I was honored to be able to interview Michael Abels for this exciting event. Award-winning composer Michael Abels is known for his scores for Jordan Peele’s films “US” and the Oscar-winning “GET OUT.” As a concert composer, he has been recognized by the National Endowment for the Arts and Sphinx Organization and performed by the Chicago Symphony, Atlanta Symphony, and more. This conversation was part of the 2021-2023 Humanities Unbounded Lab, “Black Music and the Soul of America.” If you’re interested in learning more about Black film music, I invite you to view the presentation that Dr. Anthony Kelley and I collaboratively prepared and presented on the history of Black film music, soundtracks, and composers.
“’Would you please stop playing Beethoven?’: Classical Music as Postmodern Pastiche in Marie Antoinette, Inglourious Basterds, and Django Unchained.” American Musicological Society, Southeast Chapter, Virtual Conference. 1 October 2022.
Abstract: I explore a trio of films notable for their use of blatantly anachronistic soundtracks to populate their historical settings: Sofia Coppola’s Marie Antoinette (2006), which pairs the doomed Dauphine with post-punk and new wave electronica, and Quentin Tarantino’s Inglourious Basterds (2009) and Django Unchained (2012), a pair of revenge fantasies that rely on extant film music and popular songs in their depiction of Nazi-occupied France and the Antebellum South, respectively. Musicological approaches to these films have prioritized scrutiny of these popular styles, while less attention has been devoted to the films’ deployment of western art music as a component of their postmodern arsenal. These examples paradoxically challenge classical music’s presumed status as a form of “universal” film music and generate tension between differing modes of temporality and cinematic history. I consider these films’ inherently postmodern and deconstructive agendas through the lens of a Derridean histoire, an understanding of history itself as a specter caught between fixed object and fungible narrative construct. Rather than imposing incongruities onto the film or even negating the notion of historicity, these soundtracks challenge the implicit ideological themes that accompany an unquestioned fidelity to historical “truth.” My discussion of Coppola and Tarantino’s unruly cinematic histoires will consider the use of classical music amidst the incongruity of setting and music, treating the Jamesonian notion of a “crisis of historicity” as an opportunity to engage layers of cinematic and musical history in a meaningful critique.

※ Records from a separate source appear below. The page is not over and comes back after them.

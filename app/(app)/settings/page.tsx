import type { Metadata } from "next";
import Link from "next/link";
import { SignOutButton } from "@/components/sign-out-button";
import { PageHeader } from "@/components/ui/page-header";
import { getPageContext } from "@/lib/auth/page-context";
import { CreateCrewForm } from "./create-crew-form";
import { ProfileForm } from "./profile-form";

export const metadata: Metadata = { title: "Settings" };

export default async function SettingsPage({ searchParams }: { searchParams: Promise<{ nocrew?: string }> }) {
  const { actor, crews } = await getPageContext();
  const { nocrew } = await searchParams;
  return (
    <>
      <PageHeader title="Settings" lead={`Signed in as ${actor.user.email}.`}>
        <SignOutButton className="btn-quiet no-underline" />
      </PageHeader>
      {(nocrew || crews.length === 0) && (
        <p className="mb-6 rounded-md bg-signal-100 px-4 py-3 text-signal-700">
          You are not in any crew yet. Start one below, or open an invitation link from a crew lead.
        </p>
      )}
      <section className="panel" aria-labelledby="profile">
        <h2 id="profile" className="mb-4 text-lg font-semibold">
          Profile
        </h2>
        <ProfileForm user={actor.user} />
      </section>
      <section className="panel mt-6" aria-labelledby="crews">
        <h2 id="crews" className="text-lg font-semibold">
          Your crews
        </h2>
        <ul className="my-3 space-y-1">
          {crews.map((c) => (
            <li key={c.crewId}>
              {c.name} <span className="text-ink-soft">— {c.role}</span>
            </li>
          ))}
        </ul>
        <CreateCrewForm />
      </section>
      <section className="panel mt-6" aria-labelledby="tokens">
        <h2 id="tokens" className="text-lg font-semibold">
          API tokens
        </h2>
        <p className="mt-1 text-ink-soft">Let a field laptop or a script upload logs in your name.</p>
        <Link href="/settings/tokens" className="btn-quiet mt-3">
          Manage API tokens
        </Link>
      </section>
    </>
  );
}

Panel Discussion Organizer and Respondent, “Music’s Placement in Academia.” South Central Graduate Music Consortium Research Conference, Durham, NC. September 2019.
“Decadence as Progress in Der Rosenkavalier.” South Central Graduate Music Consortium Research Conference, Charlottesville, VA. October 2018.
Scholarship Service and Volunteering
- Student Organizer, Duke Musicology Lecture Series. 2022-2023, 2018-2019.
- President, Duke Music Graduate Student Association (MGSA). 2020-2021.
- Coordinator, South-Central Graduate Music Consortium. 2019 – 2020.
- Secretary, Duke Music Graduate Student Association (MGSA). 2018-2019.